Source Data stored by the Kids First Data Tracker

If you are developing an ingest package for Kids First study data, then the source data files for the study will be managed by the Kids First Data Tracker.

The Extract Stage tutorial uses an unprotected file for example purposes, but, in a more realistic scenario, the source data files for a study would have been uploaded to the Data Tracker, and your ingest package would need to be configured to access these files with the proper authorization headers.

Note

Uploading files to the Data Tracker is outside of the scope of this tutorial. Read the Study Creator API docs or visit the Data Tracker web app to learn more about how to do that.

Get Your Developer Token

All source data files in the Data Tracker are protected by some sort of authentication depending on the type of user trying to access them. As an ingest package developer, you will need a developer token to access files. The developer token grants authorization to download any source data file.

To generate a token, go to https://kf-ui-data-tracker.kidsfirstdrc.org/tokens

Set Your Environment

Now that you have your token, you’re going to store it in your shell environment so that the ingest app can read it and use it when fetching files through the Study Creator API.

In the configuration for your local shell environment, add the following:

export KF_STUDY_CREATOR_API_TOKEN=<YOUR_TOKEN>

Be careful with this token and make sure to keep it secret.

Update Your Extract Config to get the file from the Data Tracker

The clinical.tsv and family_and_phenotype.tsv source data files have already been uploaded to the SD_ME0WME0W study via the Data Tracker service.

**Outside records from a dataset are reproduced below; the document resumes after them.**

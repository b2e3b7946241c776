import { afterAll, beforeAll, describe, expect, it } from 'vitest';
import { mkdtempSync, rmSync, writeFileSync } from 'node:fs';
import { tmpdir } from 'node:os';
import { join } from 'node:path';
import { run } from '../../src/cli/run.js';
import { memoryIo } from '../../src/cli/io.js';
import { DEMO_BOARD_FILE, buildCircuit, loadBoard } from '../../src/board/index.js';
import { solveDC } from '../../src/circuit/index.js';

let dir: string;
const file = (name: string, text: string) => {
  writeFileSync(join(dir, name), text);
  return name;
};

async function solve(...args: string[]) {
  const io = memoryIo({ cwd: dir });
  const code = await run(['solve', ...args], io);
  return { code, out: io.out(), err: io.err() };
}

beforeAll(() => {
  dir = mkdtempSync(join(tmpdir(), 'voltwalk-solve-'));
  // Divider: 12 V across 1k + 2k gives 8 V and 4 mA (Ohm's law).
  file('divider.cir', 'divider\nV1 in 0 dc 12\nR1 in out 1k\nR2 out 0 2k\n.end\n');
  // First-order RC low-pass at its corner f = 1/(2πRC): magnitude 1/√2 (−3.01 dB), phase −45° (textbook).
  file('rc.cir', `rc\nV1 in 0 dc 0 ac 1\nR1 in out 1k\nC1 out 0 100n\n.end\n`);
  file('loop.cir', 'two sources in parallel\nV1 a 0 1\nV2 a 0 2\nR1 a 0 1k\n.end\n');
  file('bad.cir', 'bad\nV1 in 0 dc 12\nM1 d g s s nmos\n.end\n');
  file('other.json', '{"format": "something-else/2"}');
});
afterAll(() => rmSync(dir, { recursive: true, force: true }));

describe('voltwalk solve', () => {
  it('prints a node table with units for a netlist', async () => {
    const r = await solve('divider.cir');
    expect(r.code).toBe(0);
    const lines = r.out.split('\n');
    expect(lines[0]).toBe('divider');
    expect(lines).toContain('in        12 V');
    expect(lines).toContain('out        8 V');
    expect(lines).toContain('v1         -4 mA');
    expect(r.err).toBe('');
  });

  it('--json gives the DC contract: converged, nodes and source currents by lower-case name', async () => {
    const r = await solve('divider.cir', '--json');
    expect(r.code).toBe(0);
    const json = JSON.parse(r.out);
    expect(json.converged).toBe(true);
    expect(Object.keys(json.nodes).sort()).toEqual(['0', 'in', 'out']);
    expect(json.nodes.out).toBeCloseTo(8, 6); // the solver's 1e-12 S node shunt moves it by nanovolts
    expect(json.sourceCurrents.v1 * 1e3).toBeCloseTo(-4, 6); // SPICE sense: 4 mA flows out of the + terminal
    expect(json.warnings).toEqual([]);
  });

  it('--ac gives magnitude and phase; at the RC corner 1/√2 and −45°', async () => {
    const corner = 1 / (2 * Math.PI * 1e3 * 100e-9);
    const r = await solve('rc.cir', '--ac', String(corner), '--json');
    expect(r.code).toBe(0);
    const json = JSON.parse(r.out);
    expect(Math.abs(json.frequency / corner - 1)).toBeLessThan(1e-9);
    expect(json.nodes.out.mag).toBeCloseTo(Math.SQRT1_2, 6);
    expect(json.nodes.out.phaseDeg).toBeCloseTo(-45, 6);
    expect(Object.keys(json.nodes.out).sort()).toEqual(['mag', 'phaseDeg']);
    const text = await solve('rc.cir', '--ac', '1k');
    expect(text.out).toMatch(/small-signal at 1(\.000)? kHz/);
    expect(text.out).toMatch(/^out .*dB .*°$/m);
  });

  it('warns when --ac finds no source with an AC spec', async () => {
    const r = await solve('divider.cir', '--ac', '1k');
    expect(r.code).toBe(0);
    expect(r.err).toMatch(/warning: no source has an AC spec/);
  });

  it('solves a board file under its quiescent condition by default, and under --condition', async () => {
    const board = loadBoard(DEMO_BOARD_FILE);
    const r = await solve(DEMO_BOARD_FILE, '--json');
    expect(r.code).toBe(0);
    const expected = solveDC(buildCircuit(board, 'quiescent').circuit);
    expect(JSON.parse(r.out).nodes).toEqual(JSON.parse(JSON.stringify(expected.nodes)));
    const other = board.conditions.find((c) => c.powered && c.id !== 'quiescent')!;
    const r2 = await solve(DEMO_BOARD_FILE, '--condition', other.id, '--json');
    expect(JSON.parse(r2.out).nodes).toEqual(JSON.parse(JSON.stringify(solveDC(buildCircuit(board, other.id).circuit).nodes)));
    const text = await solve(DEMO_BOARD_FILE);
    expect(text.out.split('\n')[0]).toMatch(/— quiescent: /);
  });

  it('an unknown condition names the accepted ones, exit 1', async () => {
    const r = await solve(DEMO_BOARD_FILE, '--condition', 'quiesent');
    expect(r.code).toBe(1);
    expect(r.err).toMatch(/has no condition "quiesent".*accepted: one of .*quiescent/);
  });

  it('malformed netlists and missing files are one-line errors, exit 1', async () => {
    const bad = await solve('bad.cir');
    expect(bad.code).toBe(1);
    expect(bad.err.trim().split('\n')).toHaveLength(1);
    expect(bad.err).toMatch(/bad\.cir: line 3: "M1": element letter M is not supported/);
    const missing = await solve('nowhere.cir');
    expect(missing.code).toBe(1);
    expect(missing.err).toMatch(/nowhere\.cir: no such file/);
    const json = await solve('other.json');
    expect(json.code).toBe(1);
    expect(json.err).toMatch(/without "format": "voltwalk-board\/1"/);
  });

  it('a circuit with no operating point is a clear error, exit 1; in --json mode the error is JSON', async () => {
    const r = await solve('loop.cir');
    expect(r.code).toBe(1);
    expect(r.err).toMatch(/loop\.cir: .*(did not converge|no unique operating point)/);
    expect(r.err).not.toMatch(/\n\s+at /);
    const j = await solve('loop.cir', '--json');
    expect(j.code).toBe(1);
    expect(JSON.parse(j.err).errors[0].code).toMatch(/^solve\./);
  });

  it('usage mistakes exit 2', async () => {
    expect((await solve()).code).toBe(2);
    expect((await solve('divider.cir', '--condition', 'quiescent')).code).toBe(2);
    expect((await solve('divider.cir', '--ac', 'loud')).code).toBe(2);
    expect((await solve('divider.cir', '--ac', '0')).code).toBe(2);
    expect((await solve('divider.cir', '--frobnicate')).code).toBe(2);
  });
});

For example, the Data Tracker URL for the family_and_phenotypes.tsv file is:

https://kf-study-creator.kidsfirstdrc.org/download/study/SD_ME0WME0W/file/SF_HH5PMCJX/version/FV_5H7MEHG2

Replace the value of source_data_url parameter in extract_config.py, with the Data Tracker URL above. Note that you will not be able to manually download from that URL without the correct authorization headers.

# family_and_phenotype.tsv
source_data_url = 'https://kf-study-creator.kidsfirstdrc.org/download/study/SD_ME0WME0W/file/SF_HH5PMCJX/version/FV_5H7MEHG2'

Try It

If you try running ingest and the file was fetched successfully, you should see something like this in your log:

2019-04-24 11:19:31,719 - FileRetriever - INFO - Selected `token` authentication to fetch https://kf-study-creator.kidsfirstdrc.org/download/study/SD_ME0WME0W/file/SF_HH5PMCJX/version/FV_5H7MEHG2
2019-04-24 11:19:32,269 - kf_lib_data_ingest.network.utils - INFO - Successfully fetched https://kf-study-creator.kidsfirstdrc.org/download/study/SD_ME0WME0W/file/SF_HH5PMCJX/version/FV_5H7MEHG2 with original file name "family_and_phenotype.tsv"

Don’t worry if your ingest package fails validation. You will learn how to fix this in a later section.